Despite it being early April Athens was very busy. We put that down to the fast-approaching Orthodox Easter. It’s also, we estimated, due to the growing popularity of the city. One hears it’s the new Paris.

Skirting the eastern foothills of the Acropolis as we made our way towards the centre of town we stumbled upon the tiny (50 or so houses) neighbourhood of Anafiotika. This vignette of white-washed Aegean architecture owes its existence to the master builders of Anafi, an island in the Cyclades group, who came in the middle of the nineteenth century to the Greek capital to work on the palace of the country’s first king, Otto.

On the tram to Olympiakos stadium

By the time Greece finally came together as a modern nation in 1825 or so, any notions it might have had of following its own template for democracy must have seemed a bad joke as the great powers simply chose to foist Otto, a Bavarian prince (and teenager, to boot) on this unlucky country. Add in an influx of refugees from Asia Minor after ‘the catastrophe’ of 1922, and an earthquake or two, and it’s a wonder Anafiotika looks as pretty as it does.

When in Athens one ascends the Acropolis, one times a stroll around Syntagma Square to watch the changing of the guard on the hour at the Monument to the Unknown Soldier, one traipses around the Plaka and fends off touts in Monstiraki. One might also visit the famous Agora. Some of these one did this time. Some on previous trips. But as the boys grow older and their tastes develop, Athens reveals other charms to us. For Eoin, the tram trip down to the Georgios Karaiskakis Stadium, home of one of Athens’s two main football teams, Olympiakos, was a long-planned adventure.

In merch heaven at Gate 7

Incidentally, as a travelling family we try to take public transport where we can rather than swan around in taxis or Ubers. Doubtless it would have been easier for us to get a taxi to the Georgios Karaiskakis than take the two separate tram trips we ended up taking. But then we wouldn’t have experienced that most Greek of moments where the tram suddenly jolted to a halt as its path was blocked by a cheekily-parked car right on the lines. The fact it didn’t even have its hazzies on was what was most shocking. Jail time, at least. As it happens, Uber is banned in Athens, but the app still works, redirecting enquiries to taxis. I find that weird.
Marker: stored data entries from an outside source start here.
import fc from "fast-check";
import { describe, expect, it } from "vitest";
import { createLogParser, parseLog, parseLogAsync, type ColumnMapping, type LogImportErrorCode, type LogParseResult } from "@/lib/analysis/log-import";
import { defaultMapping, encode, formatCsv, makeLog, mapFormat, splitAt } from "./log-fixtures";

const errorCodes: readonly LogImportErrorCode[] = [
  "invalid-mapping",
  "wrong-file-type",
  "empty-file",
  "header-not-found",
  "wrong-delimiter",
  "missing-column",
  "ambiguous-column",
  "no-data-rows",
  "cell-count",
  "unclosed-quote",
  "line-too-long",
  "non-numeric",
  "decimal-separator-mismatch",
  "time-backwards",
  "duplicate-time",
  "truncated-last-line",
  "too-large",
  "too-many-rows",
];

function parseChunks(chunks: Uint8Array[], mapping: ColumnMapping = defaultMapping, maxBytes = 1 << 22): LogParseResult {
  return parseLog({ mapping, chunks, options: { maxBytes, maxLineChars: 4096 } });
}

/** What any result must satisfy, good or bad. */
function expectWellFormed(result: LogParseResult, lineCount: number): void {
  if (result.ok) {
    const { columns } = result;
    expect(columns.length).toBe(result.rows);
    for (const column of [columns.timeS, columns.voltageV, columns.currentA, columns.temperatureC, columns.cyclerStep]) {
      if (column) expect(column.length).toBe(result.rows);
      if (column) expect(column.every(Number.isFinite)).toBe(true);
    }
    expect(columns.timeS[0]).toBe(0);
    for (let k = 1; k < columns.length; k++) expect(columns.timeS[k] as number).toBeGreaterThan(columns.timeS[k - 1] as number);
  } else {
    expect(errorCodes).toContain(result.error.code);
    expect(result.error.message.length).toBeGreaterThan(10);
    if (result.error.line !== undefined) {
      expect(result.error.line).toBeGreaterThanOrEqual(1);
      expect(result.error.line).toBeLessThanOrEqual(lineCount + 1);
      expect(result.error.message).toContain(`ine ${result.error.line}`);
    }
    if (result.error.column !== undefined) expect(result.error.message).toContain(`column "${result.error.column}"`);
  }
}

// Multi-byte characters (°, the byte order mark), CRLF, metadata lines and decimal commas.
const awkward = (() => {
  const format = { delimiter: ";", decimalSeparator: ",", lineEnding: "\r\n", currentUnit: "mA", dischargeCurrent: "positive" } as const;
  const text = "\uFEFFCycler: an invented one\r\nCell: model X-1 (3 000 mAh, 23 °C)\r\n" + formatCsv(makeLog({ sampleIntervalS: 60 }), format);
  return { bytes: encode(text), mapping: mapFormat(format, { headerLine: 3 }) };
})();

describe("parseLog over chunk boundaries", () => {
  const whole = parseChunks([awkward.bytes], awkward.mapping);

  it("reads the awkward file whole", () => {
    expect(whole.ok && whole.rows).toBeGreaterThan(200);
  });

  it("gives the identical result wherever the bytes are split", () => {
    fc.assert(
      fc.property(fc.array(fc.nat({ max: awkward.bytes.length }), { maxLength: 40 }), (cuts) => {
        expect(parseChunks(splitAt(awkward.bytes, cuts), awkward.mapping)).toEqual(whole);
      }),
      { numRuns: 100 },
    );
  });

  it("gives the identical result byte by byte", () => {
    const small = awkward.bytes.subarray(0, awkward.bytes.indexOf(10, 3000) + 1);
    const bytes = Array.from(small, (b) => Uint8Array.of(b));
    expect(parseChunks(bytes, awkward.mapping)).toEqual(parseChunks([small], awkward.mapping));
  });

  it("does not depend on the caller keeping its chunks: a reused read buffer gives the same log", () => {
    const bytes = encode(`\uFEFF${formatCsv(makeLog({ sampleIntervalS: 120 }))}`);
    // Five-byte reads: the first ones are held back until the file type is known.
    const buffer = new Uint8Array(5);
    const parser = createLogParser(defaultMapping, { maxBytes: 1 << 22 });
    for (let at = 0; at < bytes.length; at += buffer.length) {
      const piece = bytes.subarray(at, at + buffer.length);
      buffer.set(piece);
      parser.push(buffer.subarray(0, piece.length));
      buffer.fill(0x39);
    }
    expect(parser.finish()).toEqual(parseChunks([bytes]));
  });

  it("gives the identical refusal wherever the bytes of a bad file are split", () => {
    const text = new TextDecoder().decode(awkward.bytes);
    const lines = text.split("\r\n");
    lines[150] = (lines[150] as string).replace(/;[^;]*$/, ";x");
    const bad = encode(lines.join("\r\n"));
    const refused = parseChunks([bad], awkward.mapping);
    expect(refused).toMatchObject({ ok: false, error: { code: "non-numeric", line: 151, column: "Temperature (°C)" } });
    fc.assert(
      fc.property(fc.array(fc.nat({ max: bad.length }), { maxLength: 40 }), (cuts) => {
        expect(parseChunks(splitAt(bad, cuts), awkward.mapping)).toEqual(refused);
      }),
      { numRuns: 100 },
    );
  });

  it("reads an asynchronous stream of chunks, and stops reading it at a refusal", async () => {
    async function* stream(bytes: Uint8Array, read: { count: number }) {
      for (let at = 0; at < bytes.length; at += 1000) {
        read.count++;
        yield bytes.subarray(at, at + 1000);
      }
    }
    const read = { count: 0 };
    expect(await parseLogAsync({ mapping: awkward.mapping, chunks: stream(awkward.bytes, read), options: { maxBytes: 1 << 22 } })).toEqual(whole);
    const refused = { count: 0 };
    const result = await parseLogAsync({ mapping: awkward.mapping, chunks: stream(awkward.bytes, refused), options: { maxBytes: 2500 } });
    expect(result).toMatchObject({ ok: false, error: { code: "too-large" } });
    expect(refused.count).toBe(3);
    expect(read.count).toBe(Math.ceil(awkward.bytes.length / 1000));
  });

  it("reports progress in bytes and rows after each chunk", () => {
    const seen: { bytes: number; rows: number }[] = [];
    const parser = createLogParser(awkward.mapping, { maxBytes: 1 << 22, onProgress: (p) => seen.push(p) });
    for (const chunk of splitAt(awkward.bytes, [4000, 8000, 12_000])) parser.push(chunk);
    const result = parser.finish();
    expect(seen.map((p) => p.bytes)).toEqual([4000, 8000, 12_000, awkward.bytes.length]);
    expect(seen.map((p) => p.rows).every((rows, k, all) => k === 0 || rows >= (all[k - 1] as number))).toBe(true);
    expect(seen.at(-1)?.rows).toBeGreaterThan(0);
    expect(result.ok && result.rows).toBeGreaterThanOrEqual(seen.at(-1)?.rows as number);
  });
});

describe("parseLog on arbitrary input", () => {
  it("never throws on arbitrary bytes, however they are chunked", () => {
    fc.assert(
      fc.property(fc.uint8Array({ maxLength: 3000 }), fc.array(fc.nat({ max: 3000 }), { maxLength: 8 }), (bytes, cuts) => {
        const result = parseChunks(splitAt(bytes, cuts));
        expectWellFormed(result, bytes.filter((b) => b === 10).length + 1);
      }),
      { numRuns: 500 },
    );
  });

  // Rows of mostly good cells with some damage reach far deeper into the parser than random bytes.
  const junk = fc.array(fc.constantFrom(..."0123456789.,;-e\t\r\n\"  :TZ+x°".split("")), { maxLength: 6 }).map((cs) => cs.join(""));
  const goodCell = fc.double({ min: -5000, max: 5000, noNaN: true }).map((x) => x.toFixed(3));
  const logLike = fc
    .tuple(
      fc.constantFrom("", "Time (s),Step,Voltage (V),Current (A),Temperature (°C)\n", "Meta\nTime (s),Step,Voltage (V),Current (A),Temperature (°C)\r\n"),
      fc.array(
        fc.tuple(
          fc.array(fc.oneof({ arbitrary: goodCell, weight: 12 }, { arbitrary: junk, weight: 1 }), { minLength: 3, maxLength: 6 }),
          fc.constantFrom("\n", "\n", "\n", "\r\n", "\n\n", ""),
        ),
        { maxLength: 60 },
      ),
    )
    .map(([head, rows]) => head + rows.map(([cells, end], k) => [String(k * 1.5), ...cells].slice(0, 1 + (cells.length > 4 ? 4 : cells.length)).join(",") + end).join(""));

  it("never throws on damaged logs, and what it accepts is a valid log", () => {
    let accepted = 0;
    fc.assert(
      fc.property(logLike, fc.array(fc.nat({ max: 3000 }), { maxLength: 8 }), fc.constantFrom(1, 2), (text, cuts, headerLine) => {
        const bytes = encode(text);
        const result = parseChunks(splitAt(bytes, cuts), { ...defaultMapping, headerLine }, 2500);
        if (result.ok) accepted++;
        expectWellFormed(result, text.split("\n").length);
      }),
      // Seeded: the count below checks the generator's reach, which must not depend on the draw.
      { numRuns: 500, seed: 61960 },
    );
    // The damage is light enough that some logs get through whole.
    expect(accepted).toBeGreaterThan(10);
  });

  it("reads random numeric rows, quoted or not, with blank lines, exactly as Number() reads each cell", () => {
    const cell = fc.tuple(fc.double({ min: -1e6, max: 1e6, noNaN: true }), fc.integer({ min: 0, max: 8 })).map(([x, d]) => x.toFixed(d));
    const row = fc.tuple(cell, cell, cell, fc.boolean(), fc.boolean());
    fc.assert(
      fc.property(fc.array(row, { minLength: 1, maxLength: 300 }), fc.array(fc.nat({ max: 20_000 }), { maxLength: 6 }), (rows, cuts) => {
        const lines = ["Time (s),Voltage (V),Current (A)"];
        rows.forEach(([v, i, , quoted, blankAfter], k) => {
          const cells = [String(k), v, i];
          lines.push(quoted ? cells.map((c) => `"${c}"`).join(",") : cells.join(","));
          if (blankAfter) lines.push("");
        });
        const mapping = mapFormat({ columns: ["time", "voltage", "current"] });
        const result = parseChunks(splitAt(encode(lines.join("\n") + "\n"), cuts), mapping);
        if (!result.ok) throw new Error(result.error.message);
        expect(Array.from(result.columns.voltageV)).toEqual(rows.map(([v]) => Number(v)));
        expect(Array.from(result.columns.currentA)).toEqual(rows.map(([, i]) => Number(i)));
      }),
      { numRuns: 200 },
    );
  });
});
Athens has two main football teams: Panathinaikos, and Eoin’s favourite, Olympiakos. There are others, like AEK, but Eoin, practical in these matters, was always going to plump for one of the big two. He’d long ago chosen the red pill, Gate 7, the collective term for Olympiakos fans. We actually walked by said gate in our visit to the merchandise shop, in which Eoin scored a scarf and a kit top. Result!

ΛΟΣ ΑΝΤΖΕΛΕ Comedy Club

Over those two short days there was plenty of flânerie in which eponymous frappés were (for the first time in four years) ordered, such was the unseasonal warmth, and excellent taverna meals enjoyed (see above picture from Το κάτι άλλο). The struggle with the diglossia of Greek public spaces in which strange-looking words like ΛΟΣ ΑΝΤΖΕΛΕ slowly reveal themselves to these rusty eyes to be familiar words like LOS ANGELE(S) began again, as did the acclimation to the traffic and all the cats.

Evening at the Propylaia of the Acropolis

This was, as I mentioned, just a stopgap between Dublin and Zakynthos. On a bright sunny Saturday morning in spring we picked up the car we’d be renting till September and drove around the city, out of Attica, over the Corinth Canal, along the southern edge of the Gulf of Corinth, past Patras, to Killini, and onto the ferry to Zakynthos. After four years, Koukla House awaited.